Start of Source information

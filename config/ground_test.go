package config_test

import (
	"strings"
	"testing"

	"github.com/stretchr/testify/assert"
	"github.com/stretchr/testify/require"

	"sagcrest/config"
	"sagcrest/config/diag"
	"sagcrest/profile/finding"
	"sagcrest/section/terrain"
)

// ground reads the full project with an edited survey table and one survey file.
func ground(t *testing.T, survey, path, content string) (config.Ground, []diag.Problem) {
	t.Helper()
	text := fullText(t)
	from, to := strings.Index(text, "[survey]"), strings.Index(text, "[alignment]")
	text = text[:from] + "[survey]\nvertical_datum = \"local\"\n" + survey + "\n" + text[to:]
	files := memory(map[string]string{"roads/a/road.toml": text, path: content})
	d, problems := config.Read(files, "roads/a/road.toml")
	require.Empty(t, problems)
	p, problems := d.Project("base")
	require.Empty(t, problems)
	return config.LoadGround(files, p)
}

const threePoints = "1,0,0,10\n2,100,0,11\n3,0,100,12\n"

func TestPointsAreReadBesideTheProject(t *testing.T) {
	g, problems := ground(t, "points = \"../b/p.csv\"\norder = \"id, northing,easting,elevation\"", "roads/b/p.csv", threePoints)
	require.Empty(t, problems)
	require.Len(t, g.Points, 3)
	assert.Equal(t, terrain.Point{E: 0, N: 100, Z: 11, Row: 2}, g.Points[1])
	require.Len(t, g.Inputs, 1)
	assert.Equal(t, "../b/p.csv", g.Inputs[0].Path, "as the project writes it")
	assert.Equal(t, len(threePoints), g.Inputs[0].Bytes)
}

func TestSurveyInItsOwnUnits(t *testing.T) {
	g, problems := ground(t, "points = \"p.csv\"\nunits = \"international feet\"\norder = \"id,northing,easting,elevation\"", "roads/a/p.csv", threePoints)
	require.Empty(t, problems)
	assert.InDelta(t, 11*0.3048, g.Points[1].Z, 1e-12)
}

func TestSectionLinesUseTheLabelsOfTheProject(t *testing.T) {
	g, problems := ground(t, "sections = \"s.csv\"\norder = \"station,offset,elevation\"", "roads/a/s.csv",
		"0+100,-10,5\n0+100,10,6\n0+200,-10,7\n0+200,10,8\n")
	require.Empty(t, problems)
	require.Len(t, g.Lines, 2)
	assert.EqualValues(t, 0, g.Lines[0].At, "labels start at 0+100")
	assert.EqualValues(t, 100, g.Lines[1].At)
}

func TestGridIsReadWithWhatItSaysOfItself(t *testing.T) {
	const asc = "ncols 2\nnrows 2\nxllcorner 0\nyllcorner 0\ncellsize 10\nNODATA_value -9999\n5 6\n7 8\n"
	g, problems := ground(t, "grid = \"g.asc\"", "roads/a/g.asc", asc)
	require.Empty(t, problems)
	require.NotNil(t, g.Raster)
	assert.Equal(t, 2, g.Raster.Cols)
	assert.Equal(t, []float64{5, 6, 7, 8}, g.Raster.Z)
	assert.Same(t, &g.Grid.Levels, g.Raster)
	assert.Equal(t, "ASCII grid", g.Grid.Format)

	_, problems = ground(t, "grid = \"g.asc\"\nunits = \"ft\"", "roads/a/g.asc", strings.Replace(asc, "xllcorner 0", "xllcorner 500000", 1))
	require.Len(t, problems, 1)
	assert.Equal(t, finding.Code("U01"), problems[0].Code)
}

func TestMissingSurveyPointsAtItsKey(t *testing.T) {
	g, problems := ground(t, "points = \"gone.csv\"\norder = \"id,northing,easting,elevation\"", "roads/a/p.csv", "")
	assert.Empty(t, g.Inputs)
	require.Len(t, problems, 1)
	p := problems[0]
	assert.Equal(t, finding.Code("F01"), p.Code)
	assert.Equal(t, "survey.points", p.Key)
	assert.Equal(t, "roads/a/road.toml", p.File)
	assert.Equal(t, `points = "gone.csv"`, p.Excerpt)
}

func TestFaultsOfTheSurveyStandInItsFile(t *testing.T) {
	_, problems := ground(t, "points = \"p.csv\"\norder = \"id,northing,easting,elevation\"", "roads/a/p.csv", "1,0,0,10\n2,x,0,11\n")
	require.NotEmpty(t, problems)
	assert.Equal(t, "roads/a/p.csv", problems[0].File)
	assert.Equal(t, 2, problems[0].Line)
}

func TestWhichFootOfASurvey(t *testing.T) {
	survey := "points = \"p.csv\"\nunits = \"ft\"\norder = \"id,northing,easting,elevation\""
	_, problems := ground(t, survey, "roads/a/p.csv", threePoints)
	assert.Empty(t, problems, "a local grid")
	_, problems = ground(t, survey, "roads/a/p.csv", strings.Replace(threePoints, "100,0,11", "100001,0,11", 1))
	require.Len(t, problems, 1)
	assert.Equal(t, finding.Code("U01"), problems[0].Code)
	assert.Equal(t, `units = "ft"`, problems[0].Excerpt)
}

End of Source information

### The problem
In the material above, find each line that has the string "easting" and return it.

### Your solution
	g, problems := ground(t, "points = \"../b/p.csv\"\norder = \"id, northing,easting,elevation\"", "roads/b/p.csv", threePoints)
	g, problems := ground(t, "points = \"p.csv\"\nunits = \"international feet\"\norder = \"id,northing,easting,elevation\"", "roads/a/p.csv", threePoints)
	g, problems := ground(t, "points = \"gone.csv\"\norder = \"id,northing,easting,elevation\"", "roads/a/p.csv", "")
	_, problems := ground(t, "points = \"p.csv\"\norder = \"id,northing,easting,elevation\"", "roads/a/p.csv", "1,0,0,10\n2,x,0,11\n")
	survey := "points = \"p.csv\"\nunits = \"ft\"\norder = \"id,northing,easting,elevation\""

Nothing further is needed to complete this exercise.